Now we want to create all possible values of w0
and w1
in the range [-5, 5]
so we can compute the loss value for those pairs:
w0, w1 = np.meshgrid(
np.linspace(-5, 5),
np.linspace(-5, 5),
indexing='ij',
)
w0.shape
# Expected result
# (50, 50)
At this point w0
and w1
both have shape (50, 50)
. That’s because np.linspace()
creates a 50 evenly spaced values by default. If we flatten w0
and w1
and line up the elements, we get 2500 evenly spaced points on a grid.
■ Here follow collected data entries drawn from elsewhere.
def read_workbook(data: bytes, file: str, *, required: tuple, optional: tuple = (),
                  sheet: str | None = None, header_row: int | None = None,
                  max_rows: int = DEFAULT_MAX_ROWS, other_columns: str = "refuse",
                  max_unpacked_bytes: int = DEFAULT_MAX_UNPACKED_BYTES) -> WorkbookTable:
    """Read one sheet of an .xlsx workbook into a :class:`WorkbookTable`.

    Parameters
    ----------
    data : bytes
        The whole file (the caller reads it with the size checks used for CSV).
    file : str
        The file as written in the study, for messages.
    required, optional : tuple of str, keyword-only
        Lower-case column names, as for :func:`validator.inputs.tables.read_table`:
        other columns are refused, so that a misspelt header is not ignored.
    sheet : str or None
        The sheet's name; by default the first sheet in tab order (it must be
        a visible worksheet).
    header_row : int or None
        The sheet row (1-based) holding the column names; by default the first
        row with a non-empty cell. Rows above it are ignored.
    max_rows, max_unpacked_bytes : int
        Limits on data rows and on the workbook's uncompressed size.
    other_columns : {"refuse", "ignore"}
        What to do with a column that is neither required nor optional: refuse
        it (a misspelt header), or leave it unread (an instrument export used
        as it is, whose other columns the study does not map).

    Returns
    -------
    WorkbookTable

    Raises
    ------
    DataError
        (a :class:`CellError` where a sheet is concerned) for a file that is
        not a readable .xlsx, an unknown sheet, a hidden or chart first sheet,
        an empty header row, merged cells in the table, a formula without a
        saved value, an error value, a value right of the header, and the
        header problems a CSV file can have.
    ValueError
        For ``header_row`` below 1 or a non-positive limit.

    Notes
    -----
    The table spans the header's columns, from the first to the last
    non-empty header cell, and every row below the header; rows whose cells
    there are all empty are skipped, except in a one-column table, where an empty
    row between data rows is a row with an empty cell (empty rows after the last
    data row end the table). Formula cells give the value the
    spreadsheet program saved with them; validator computes no formula.
    Dates are recognised by openpyxl from the cell's number format.

    References
    ----------
    .. [1] ECMA-376, Office Open XML File Formats, Part 1, section 18.3
       (worksheets: cells, formulas, merged cells).
    """
    if header_row is not None and (isinstance(header_row, bool) or not isinstance(header_row, int)
                                   or header_row < 1):
        raise ValueError(f"header_row must be an integer of at least 1; got {header_row!r}")
    if sheet is not None and not isinstance(sheet, str):
        raise ValueError(f"sheet must be a sheet name (text) or None; got {sheet!r}")
    if max_rows < 1 or max_unpacked_bytes < 1:
        raise ValueError(f"max_rows and max_unpacked_bytes must be at least 1; got {max_rows!r}, "
                         f"{max_unpacked_bytes!r}")
    _check_archive(data, file, max_unpacked_bytes)

    import openpyxl

    try:
        with warnings.catch_warnings():
            warnings.simplefilter("ignore")      # openpyxl's notes on unsupported extensions
            book = openpyxl.load_workbook(io.BytesIO(data), read_only=True, data_only=True,
                                          keep_links=False)
    except Exception as exc:     # noqa: BLE001 - any failure to parse user data is the user's file
        raise DataError(f"is not a readable .xlsx workbook ({type(exc).__name__}: "
                        f"{show(str(exc))})", file=file) from None
    try:
        return _read_sheet(book, file, required=required, optional=optional, sheet=sheet,
                           header_row=header_row, max_rows=max_rows, other_columns=other_columns)
    finally:
        book.close()


def _choose_sheet(book, file: str, sheet: str | None):
    names = book.sheetnames
    listed = ", ".join(f'"{show(n, 40)}"' for n in names[:20]) + (", ..." if len(names) > 20 else "")
    if sheet is None:
        if not names:
            raise DataError("has no sheets", file=file)
        ws = book[names[0]]
        state = getattr(ws, "sheet_state", "visible")
        if not hasattr(ws, "iter_rows"):
            raise CellError(f"the first sheet is a chart, not a table; give sheet = ... (sheets: {listed})",
                            file=file, sheet=names[0])
        if state != "visible":
            raise CellError(f"the first sheet is {state}; give sheet = ... to read it on purpose "
                            f"(sheets: {listed})", file=file, sheet=names[0])
        return ws
    if sheet not in names:
        hint = ""
        folded = [n for n in names if n.strip().casefold() == sheet.strip().casefold()]
        if folded:
            hint = f'; did you mean "{show(folded[0], 40)}"?'
        raise DataError(f'has no sheet "{show(sheet, 100)}" (sheets: {listed}){hint}', file=file)
    ws = book[sheet]
    if not hasattr(ws, "iter_rows"):
        raise CellError("is a chart, not a table", file=file, sheet=sheet)
    return ws


def _rows(ws, file: str, sheet: str):
    """The sheet's rows as (row number, cells), converting openpyxl's failures to DataError."""
    ws.reset_dimensions()      # do not trust the stored dimension: read the cells themselves
    iterator = iter(ws.iter_rows())
    number = 0
    while True:
        try:
            with warnings.catch_warnings():
                warnings.simplefilter("ignore")
                cells = next(iterator)
        except StopIteration:
            return
        except Exception as exc:     # noqa: BLE001 - a malformed sheet is the user's file
            raise CellError(f"the sheet cannot be read after row {number} ({type(exc).__name__}: "
                            f"{show(str(exc))})", file=file, sheet=sheet) from None
        number += 1
        real = [c for c in cells if getattr(c, "row", None) is not None]
        if real:
            number = real[0].row
        yield number, real


def _read_sheet(book, file, *, required, optional, sheet, header_row, max_rows,
                other_columns="refuse") -> WorkbookTable:
    ws = _choose_sheet(book, file, sheet)
    name = ws.title

    def err(problem, cell=None, **kw):
        return CellError(problem, file=file, sheet=name, cell=cell, **kw)

    with ws._get_source() as source:     # openpyxl's read-only worksheet keeps the part's path
        merged, uncalculated, hidden = _scan_sheet(source, file, name)
    uncalculated = set(uncalculated)

    header = None           # list of (column index, name)
    found_header_row = None
    records = []            # (row number, {column index: cell})
    for row_number, cells in _rows(ws, file, name):
        if header is None:
            if header_row is not None and row_number < header_row:
                continue
            filled = [c for c in cells if _cell_text(c)[0] != EMPTY or c.coordinate in uncalculated]
            if not filled:
                if header_row is not None and row_number >= header_row:
                    raise err(f"the header row {header_row} is empty")
                continue
            if header_row is not None and row_number > header_row:
                raise err(f"the header row {header_row} is empty")
            found_header_row = row_number
            first, last = filled[0].column, filled[-1].column
            by_column = {c.column: c for c in cells}
            header = []
            for col in range(first, last + 1):
                ref = f"{_column_letter(col)}{row_number}"
                c = by_column.get(col)
                if ref in uncalculated:
                    raise err("the header cell is a formula without a saved value; open the workbook in "
                              "its spreadsheet program, let it calculate and save it", ref)
                kind, text = _cell_text(c) if c is not None else (EMPTY, "")
                if kind == EMPTY:
                    raise err("the header has an empty column name", ref)
                if c.data_type == "e":
                    raise err(f'the header cell holds the error value "{show(text)}"', ref)
                if kind != TEXT:
                    raise err(f"the header cell holds the {kind} {show(text)}, not a column name", ref)
                header.append((col, text.lower()))
            continue
        if len(records) >= max_rows:
            raise DataError(f"sheet {_sheet_label(name)} has more than {max_rows} data rows; refused",
                            file=file)
        records.append((row_number, {c.column: c for c in cells}))

    if header is None:
        if header_row is not None:
            raise err(f"the header row {header_row} is empty")
        raise err("is empty (no header row)")

    first_col, last_col = header[0][0], header[-1][0]
    names = [n for _, n in header]
    seen = set()
    for col, n in header:
        if n in seen:
            raise err(f'the header names column "{show(n)}" twice', f"{_column_letter(col)}{found_header_row}")
        seen.add(n)
    allowed = set(required) | set(optional)
    if other_columns == "ignore":       # columns the study does not read are left unread
        header = [(col, n) for col, n in header if n in allowed]
        names = [n for _, n in header]
    for col, n in header:
        if n not in allowed:
            expected = ", ".join(f'"{c}"' for c in (*required, *optional))
            hint = ""
            if header_row is None:
                hint = (f" (row {found_header_row}, the first non-empty row, was taken as the header; "
                        "give header_row = ... if the header is lower)")
            raise err(f'unknown column "{show(n)}"; expected {expected}{hint}',
                      f"{_column_letter(col)}{found_header_row}")
    for n in required:
        if n not in names:
            found = shorten(", ".join(f'"{c}"' for c in names), 4 * MAX_NAME_LENGTH)
            raise err(f'the header row {found_header_row} has no column "{n}" (found: {found})')

    # merged cells that touch the table (header row and below, header columns)
    for ref in merged:
        min_col, min_row, max_col, max_row = _range_bounds(ref)
        if max_row >= found_header_row and min_col <= last_col and max_col >= first_col:
            raise err(f"cells {ref} are merged; a table must have one value per cell, so unmerge them",
                      ref.split(":")[0])

    columns = {n: [] for n in names}
    kinds = {n: [] for n in names}
    rows = []
    # a one-column table writes an empty value as an empty row: between data rows it is a row whose
    # cell is empty (as in a one-column CSV file), never dropped; empty rows after the last data row end it
    one_column = len(header) == 1 and other_columns == "refuse"
    previous = found_header_row
    for row_number, by_column in records:
        values = []
        for col, n in header:
            ref = f"{_column_letter(col)}{row_number}"
            c = by_column.get(col)
            if ref in uncalculated:
                raise err("the cell is a formula without a saved value; open the workbook in its "
                          "spreadsheet program, let it calculate and save it", ref, row=row_number, column=n)
            if c is None:
                values.append((EMPTY, ""))
                continue
            kind, text = _cell_text(c)
            if c.data_type == "e":
                raise err(f'the cell holds the error value "{show(text)}"', ref, row=row_number, column=n,
                          value=text)
            values.append((kind, text))
        beyond = [c for col, c in by_column.items() if (col < first_col or col > last_col)
                  and (_cell_text(c)[0] != EMPTY or c.coordinate in uncalculated)]
        if all(kind == EMPTY for kind, _ in values):
            if beyond:
                c = beyond[0]
                raise err(f'"{show(_cell_text(c)[1])}" is outside the table (the header spans '
                          f"{_column_letter(first_col)} to {_column_letter(last_col)})", c.coordinate,
                          row=row_number)
            continue
        if beyond:
            c = beyond[0]
            raise err(f'"{show(_cell_text(c)[1])}" is outside the table (the header spans '
                      f"{_column_letter(first_col)} to {_column_letter(last_col)}); give the column a "
                      "name or clear the cell", c.coordinate, row=row_number)
        if one_column:
            for empty_row in range(previous + 1, row_number):
                columns[names[0]].append("")
                kinds[names[0]].append(EMPTY)
                rows.append(empty_row)
        previous = row_number
        for (kind, text), n in zip(values, names):
            columns[n].append(text)
            kinds[n].append(kind)
        rows.append(row_number)
    if not rows:
        raise err(f"has a header (row {found_header_row}) but no data rows")
    return WorkbookTable(path=file, columns=columns, rows=tuple(rows), sheet=name,
                         header_row=found_header_row, hidden_rows=tuple(r for r in rows if r in hidden),
                         letters={n: _column_letter(col) for col, n in header},
                         kinds={n: tuple(k) for n, k in kinds.items()})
Let’s take a look at the first 10 points:
list(zip(w0.ravel(), w1.ravel()))[:10]
# Expected result
# [(-5.0, -5.0),
# (-5.0, -4.795918367346939),
# (-5.0, -4.591836734693878),
# (-5.0, -4.387755102040816),
# (-5.0, -4.183673469387755),
# (-5.0, -3.979591836734694),
# (-5.0, -3.7755102040816326),
# (-5.0, -3.571428571428571),
# (-5.0, -3.36734693877551),
# (-5.0, -3.163265306122449)]
Now, we can compute the model for each (w0, w1)
pair for all 50 random data points. That allows us to compute MSE for each of the weight values:
yhat = w0[:, None] + w1[:, None] * x
loss = np.square(y - yhat).mean(-1)
Here we expand the w0
and w1
arrays so that we can use NumPy broadcasting to compute yhat
for all points at the same time. The result yhat
has shape (2500, 50)
: it’s the predicted value for all pairs of (w0, w1)
for all 50 points. After that, we use the mean function to reduce the column dimension and compute MSE for each point on the grid.
Now, we can reshape loss to be (50, 50)
and plot loss for each pair of weights:
loss = loss.reshape(w0.shape)
plt.contourf(w0, w1, loss, 30)
plt.plot(3, 2.5, 'x', c='white', ms=7)
plt.xlabel("w0")
plt.ylabel("w1")
plt.title("Loss surface");
That’s a nice looking loss surface! I’ve added a mark at the true values for w0
and w1
. The loss surface will never have its optimum at exactly the true values since it’s learning the function on a random sample of all data, but this is pretty close!
Indexing
Ok let’s revisit indexing. The indexing='ij'
argument tells NumPy to use matrix indexing instead of Cartesian indexing. For 2-dimensional meshgrids, matrix indexing produces coordinate arrays that are the transpose of Cartesian coordinate arrays. The question is whether those coordinate arrays should be interpreted as the indices of a matrix (matrix indexing) or points in Euclidean space (Cartesian indexing).
Here’s a diagram that displays the index pairs for xy
versus ij
indexing:
Notice for Cartesian indexing, the x-axis increases as your move “to the right” and the y-axis increases as you move “down”.
Other tensor libraries
In NumPy, you actually don’t need meshgrid() but it’s good to know it because the same function exists in PyTorch and TensorFlow. Although the API is more limited in both cases (and the default indexing for PyTorch is different) the basic usage is roughly same:
import torch
x = torch.arange(2)
y = torch.arange(2)
xx, yy = torch.meshgrid(x, y)
xx
# Expected result
# tensor([[0, 0],
# [1, 1]])
And:
import tensorflow as tf
x = tf.range(2)
y = tf.range(2)
xx, yy = tf.meshgrid(x, y, indexing='ij')
xx
# Expected result
# <tf.Tensor: shape=(2, 2), dtype=int32, numpy=
# array([[0, 0],
# [1, 1]], dtype=int32)>
One thing to watch out for: in NumPy and TensorFlow, the default indexing is Cartesian, whereas in PyTorch, the default indexing is matrix. If you want to avoid confusion, you can plan to set indexing='ij'
whenever you call meshgrid()
in NumPy or TensorFlow. You probably don’t want to force yourself to remember which indexing gets returned by default.